The wing of the Airbus A220 is fabricated using resin infusion at Bombardier’s manufacturing facility near the George Best Belfast City Airport. Use of resin infusion to manufacture aerostructures is an emerging material and process combination that likely will see expanded use in future aircraft programs. Photo | Bombardier
Bombardier’s aerostructures manufacturing facility in Belfast, Northern Ireland, is for sale. Bombardier actually has six manufacturing facilities in the Belfast area, all of which are for sale, and all of them fall under a single corporate entity called Short Brothers plc.
Who might acquire these facilities, and whether or not certain intellectual property will come with the acquisition, will be key not just to the facilities and the buyers, but to the larger aerocomposites industry.
The centerpiece of the Bombardier Belfast operations is the fabrication of the wing for the Airbus A220. The A220 is a single-aisle commercial passenger aircraft that started life as the Bombardier CSeries, which was sold by Bombardier to Airbus in late 2017, not long after the CSeries entered the market. The A220 wing is one of two commercial aircraft wings in the world that is fabricated using resin infusion technology (the other is the wing for the Irkut MC-21 aircraft, in Russia).
Use of infusion is significant because composite wings for commercial aircraft have been, traditionally, made with autoclave-cured prepregs. This is the material/process combination used to make wings (and other structures) for the Airbus A350, the Boeing 787 and the Boeing 777X. Infusion is attractive because it allows for cost-effective, efficient consolidation of wing skins, spars and stringers into a single assembly, which helps reduce fastener use.
A fully infused structure would be one manufactured entirely outside the autoclave. The A220 wing, although infused out-of-autoclave, goes through a final consolidation cycle in autoclave. It’s an ambitious process, particularly for a production aircraft.
All of this is important because the commercial aerospace industry is on the cusp of a new wave of aircraft development — Boeing NMA, possible replacements for the 737 and A320 — that likely will make use of out-of-autoclave materials and processes, including resin infusion for wings and thermoplastic composites for fuselage sections. Because of this, there exists within Bombardier Belfast a great deal of infusion experience and knowledge that will be pivotal to future aerostructures manufacturing.

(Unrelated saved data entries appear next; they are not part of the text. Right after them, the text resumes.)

// The kernel of a dispersal: its shape, and its scale from the scale or from the mean distance that was given.
import type { DispersalSpec } from '../spec/schema/spec.ts';
import { fail, type Context } from './context.ts';
import { meanOverScale, type DispersalKernel, type KernelShape } from './kernel-shape.ts';

type KernelSpec = NonNullable<DispersalSpec['kernel']>;

export function resolveKernel(context: Context, name: string, spec: KernelSpec): DispersalKernel | null {
  const shapeNumber = shapeNumberOf(context, name, spec);
  const scaleKm = scaleOf(context, { name, spec, shapeNumber });
  const reach = [name, 'kernel', 'reach'];
  const reachKm = spec.reach === undefined ? null : positiveKm(context, spec.reach, reach);
  if (scaleKm === null || shapeNumber === null) return null;
  return { shape: spec.shape, scaleKm, shapeNumber, reachKm };
}

/** The least shape number of a kernel that has one, and what it does. */
const shapeNumbers: Readonly<Record<KernelShape, { readonly above: number; readonly words: string } | null>> = {
  exponential: null,
  gaussian: null,
  '2Dt': { above: 1, words: 'a number above 1, such as 2.5: the smaller, the more go far' },
  'exponential power': {
    above: 0,
    words: 'a number above 0, such as 0.5: below 1 more go far than by the exponential',
  },
};

/** Null after telling what is wrong with it. */
function shapeNumberOf(context: Context, name: string, spec: KernelSpec): number | null {
  const wanted = shapeNumbers[spec.shape];
  const written = spec['shape-number'];
  const path = [name, 'kernel', 'shape-number'];
  if (wanted === null) {
    if (written === undefined) return 1;
    fail(context, 'dispersal-shape', path, {
      message: `The ${spec.shape} kernel has no shape number`,
      part: 'key',
      details: { fix: 'Remove it, or take `2Dt` or `exponential power`.' },
    });
    return null;
  }
  if (written === undefined) {
    fail(context, 'dispersal-shape', [name, 'kernel'], {
      message: `The kernel \`${spec.shape}\` needs a \`shape-number\``,
      part: 'key',
      details: { expected: wanted.words },
    });
    return null;
  }
  const value = context.numbers.value(written, path, { year: context.time.firstYear });
  if (value > wanted.above) return value;
  if (!Number.isNaN(value)) {
    const message = `The shape number of a \`${spec.shape}\` kernel is ${value}`;
    fail(context, 'out-of-range', path, { message, details: { expected: wanted.words } });
  }
  return null;
}

interface ScaleRequest {
  readonly name: string;
  readonly spec: KernelSpec;
  readonly shapeNumber: number | null;
}

function scaleOf(context: Context, { name, spec, shapeNumber }: ScaleRequest): number | null {
  const { mean, scale, shape } = spec;
  if ((mean === undefined) === (scale === undefined)) {
    fail(context, 'dispersal-shape', [name, 'kernel'], {
      message:
        mean === undefined ? 'The kernel does not say how far animals go' : 'The kernel has both a mean and a scale',
      part: 'key',
      details: {
        expected: 'one of `mean` (the mean distance in the plane) and `scale`',
        reason: 'In the plane the exponential kernel has a mean distance of twice its scale.',
      },
    });
    return null;
  }
  if (mean === undefined) return scale === undefined ? null : positiveKm(context, scale, [name, 'kernel', 'scale']);
  const meanKm = positiveKm(context, mean, [name, 'kernel', 'mean']);
  if (meanKm === null || shapeNumber === null) return null;
  const factor = meanOverScale(shape, shapeNumber);
  if (factor !== Infinity) return meanKm / factor;
  fail(context, 'dispersal-shape', [name, 'kernel', 'mean'], {
    message: `A 2Dt kernel with shape number ${shapeNumber} has no mean distance`,
    part: 'key',
    details: { expected: 'a `shape-number` above 1.5, or a `scale` instead of the mean' },
  });
  return null;
}

export function positiveKm(context: Context, text: number | string, path: readonly (string | number)[]): number | null {
  const value = context.numbers.value(text, path, { year: context.time.firstYear, dimension: 'length' });
  if (value > 0) return value;
  if (!Number.isNaN(value)) {
    fail(context, 'out-of-range', path, {
      message: `A distance of ${value} km`,
      details: { expected: 'a distance above zero' },
    });
  }
  return null;
}
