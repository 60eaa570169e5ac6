// Years in which catastrophes strike, and patches whose years go together: means and variances by the law of total variance.
import { test } from 'vitest';
import { expectYear, mixedShare, n, type Case } from './one-year.ts';

const cases: Readonly<Record<string, Case>> = {
  // In 3 of 10 years half of the survivors: E p(1 − p) n + n² Var p over both kinds of years.
  'survivors, of which a catastrophe leaves half': {
    essence: `survival: { adult: 0.7 }
oldest: open-ended
year: [count, survival]
flood: { kind: catastrophe, chance: 0.3 per landscape, reach: everywhere, multiplies: { survival: { adult: 0.5 } } }`,
    mean: n * 0.7 * 0.85,
    variance: n * (0.7 * 0.21 + 0.3 * 0.35 * 0.65) + n * n * 0.7 * 0.3 * 0.35 ** 2,
  },
  // Both act by independent factors, E p² = E B² E X².
  'survivors that vary, in years of which some are struck': {
    essence: `survival: { adult: 0.7 }
oldest: open-ended
year: [count, survival]
variation: { survival: { adult: { sd: 0.15 } } }
flood: { kind: catastrophe, chance: 0.3 per patch, reach: one patch, multiplies: { survival: { adult: 0.5 } } }`,
    mean: n * 0.7 * 0.85,
    variance: mixedShare(0.7 * 0.85, (0.7 + 0.3 * 0.25) * (0.49 + 0.0225)),
  },
  'those that a catastrophe leaves at its place in the year': {
    essence: `survival: { adult: 0.8 }
oldest: open-ended
year: [count, survival, fire]
fire: { kind: catastrophe, chance: 0.2 per landscape, reach: everywhere, takes: { adult: 0.6 } }`,
    mean: n * 0.8 * (0.8 + 0.2 * 0.4),
    variance: mixedShare(0.8 * 0.88, 0.64 * (0.8 + 0.2 * 0.16)),
  },
  // Good years by the same means: Poisson given the year.
  'young, twice as many in some years': {
    essence: `demography: { fates: [[0]], births: [[1.1]] }
year: [count, demography]
mast: { kind: catastrophe, chance: 0.25 per landscape, reach: everywhere, multiplies: { births: { adult: 2 } } }`,
    mean: n * 1.1 * 1.25,
    variance: n * 1.1 * 1.25 + n * n * 1.1 ** 2 * 0.25 * 0.75,
  },
  // 30 or 12 of 40 stay.
  'a ceiling whose room a catastrophe lowers': {
    essence: `survival: { adult: 1 }
oldest: open-ended
year: [count, survival, room]
room: { kind: ceiling, counted: [adult], capacity: 30, takes: at random }
fire: { kind: catastrophe, chance: 0.3 per landscape, reach: everywhere, capacity: { times: 0.4, for: 2 years } }`,
    mean: 0.7 * 30 + 0.3 * 12,
    variance: 0.7 * 0.3 * 18 ** 2,
  },
  // Normals of both patches go together by 0.5: Cov of two lognormals m² (e^(0.5 σ²) − 1), σ² = ln(1 + s²/m²).
  'young of two patches whose years are alike by half': {
    essence: `demography: { fates: [[0]], births: [[1.4]] }
year: [count, demography]
variation: { births: { adult: { sd: 0.7, shape: lognormal } }, between-patches: 0.5 }`,
    patches: 'patches: [{ name: A }, { name: B }]',
    alsoInB: true,
    mean: 2 * n * 1.4,
    variance: 2 * (n * 1.4 + n * n * 0.49) + 2 * n * n * 1.96 * (Math.sqrt(1.25) - 1),
  },
  // One strike hits both patches or neither.
  'survivors of two patches that are struck together': {
    essence: `survival: { adult: 0.7 }
oldest: open-ended
year: [count, survival]
flood: { kind: catastrophe, chance: 0.3 per landscape, reach: everywhere, multiplies: { survival: { adult: 0.5 } } }`,
    patches: 'patches: [{ name: A }, { name: B }]',
    alsoInB: true,
    mean: 2 * n * 0.7 * 0.85,
    variance: 2 * n * (0.7 * 0.21 + 0.3 * 0.35 * 0.65) + 4 * n * n * 0.7 * 0.3 * 0.35 ** 2,
  },
};

test.each(Object.entries(cases))('%s', (_, one) => {
  expectYear(one);
});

Short Brothers plc developed the infusion process used to make the A220 wings, and owns the intellectual property rights thereto. Maximizing the value of the Bombardier Belfast sale will depend, in large part, on these rights remaining with Short Brothers and therefore transferring to control of the new owners.
Who will acquire Bombardier Belfast remains to be seen, particularly with a price tag of $1 billion, as suggested by a report in The Financial Times. The list of potential buyers includes Airbus, GKN Aerospace (U.K.) and Spirit AeroSystems (U.S.). The FT report also suggested Triumph (U.S.) and Aernnova (Spain) as potential suitors.
Airbus tops the list because of the A220 connection, plus the company is already heavily invested in development of resin infusion for wing structures. GKN already specializes in composites use in wings and would be a good fit, but it’s also on the sales block and might not be in a position to act. Spirit, as the world’s largest Tier 1 aerospace manufacturer, has much composites expertise and supplies parts and structures to both Airbus and Boeing.
Hanging over the sale is Brexit, which might be enough to scare away some would-be buyers. Or, it might prompt a buyer to transfer manufacturing to another non-Brexit location. However, with 3,600 employees in Northern Ireland, Bombardier Belfast will not be easily or quietly moved.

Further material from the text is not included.